Prototype-based learning for large and multimodal data sets

Acronym: PLM
Supervisor(s): Barbara Hammer, Frank-Michael Schleif
Member(s): Xibin Zhu
Research Areas: B, D
 
Abstract: 

The goal of the project is to extend intuitive prototype- or exemplar-based machine learning methods to streaming and multimodal data sets and to test their suitability for data inspection and visualization. One particular focus will be put on kernelized or relational variants which offer a very general interface to the data in terms of the dissimilarities which can be chosen according to the specific data characteristics at hand. In this context, important questions are how prototypes can be represented intuitively to the user, how can structural constituents be combined and weighted accordingly, and how can sparse models be derived efficiently for complex structural objects.

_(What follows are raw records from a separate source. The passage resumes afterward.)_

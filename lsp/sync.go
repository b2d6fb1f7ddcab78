package lsp

import (
	"context"
	"fmt"

	"go.lsp.dev/protocol"

	"triodeck/parser"
)

// DidOpen takes a buffer in.
func (s *server) DidOpen(_ context.Context, p *protocol.DidOpenTextDocumentParams) error {
	d := p.TextDocument
	s.replace(s.state.Load().with(pathOf(d.URI), buffer{uri: d.URI, version: d.Version, file: parser.Parse([]byte(d.Text))}))
	return nil
}

// DidChange applies edits one after the other; each range speaks of the text
// that the edit before it left.
func (s *server) DidChange(_ context.Context, p *protocol.DidChangeTextDocumentParams) error {
	st, path := s.state.Load(), pathOf(p.TextDocument.URI)
	b, ok := st.open[path]
	if !ok {
		return fmt.Errorf("%s changed, but it is not open", path)
	}
	b.version = p.TextDocument.Version
	for _, change := range p.ContentChanges {
		switch c := change.(type) {
		case *protocol.TextDocumentContentChangePartial:
			b.file = b.file.Edit(s.enc.spanOf(b.file, c.Range), c.Text)
		case *protocol.TextDocumentContentChangeWholeDocument:
			b.file = parser.Parse([]byte(c.Text))
		}
	}
	s.replace(st.with(path, b))
	return nil
}

// DidSave has the files that are not open looked at again: a save is often the
// moment at which something beside the editor wrote, too.
func (s *server) DidSave(context.Context, *protocol.DidSaveTextDocumentParams) error {
	s.replace(s.state.Load().reread())
	return nil
}

// DidChangeWatchedFiles likewise.
func (s *server) DidChangeWatchedFiles(context.Context, *protocol.DidChangeWatchedFilesParams) error {
	s.replace(s.state.Load().reread())
	return nil
}

// DidClose forgets a buffer.
func (s *server) DidClose(_ context.Context, p *protocol.DidCloseTextDocumentParams) error {
	st, path := s.state.Load(), pathOf(p.TextDocument.URI)
	if _, ok := st.open[path]; !ok {
		return fmt.Errorf("%s was closed, but it is not open", path)
	}
	s.replace(st.without(path))
	return nil
}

Methods and Research Questions: 

Prototype- and exemplar-based machine learning constitutes a very intuitive way to deal with data since the derived models represent their decisions in terms of relevant data points which can directly be inspected by experts in the field. Due to their efficient and intuitive training, excellent generalization ability, and flexibility to deal with missing values or streaming data many, successful applications in diverse areas such as robotics or bioinformatics have been conducted. One problem of the techniques when facing modern data sets, however, is their restriction to Euclidean settings – hence they cannot adequately deal with modern, complex and inherently non-Euclidean data sets. In the project, extensions to general dissimilarity data by means of relational extensions will be considered, and it will be investigated how the benefitial aspects of prototype-based learning such as interpretability, efficiency, the capability of dealing with multimodal data or very large data sets can be transferred to this setting.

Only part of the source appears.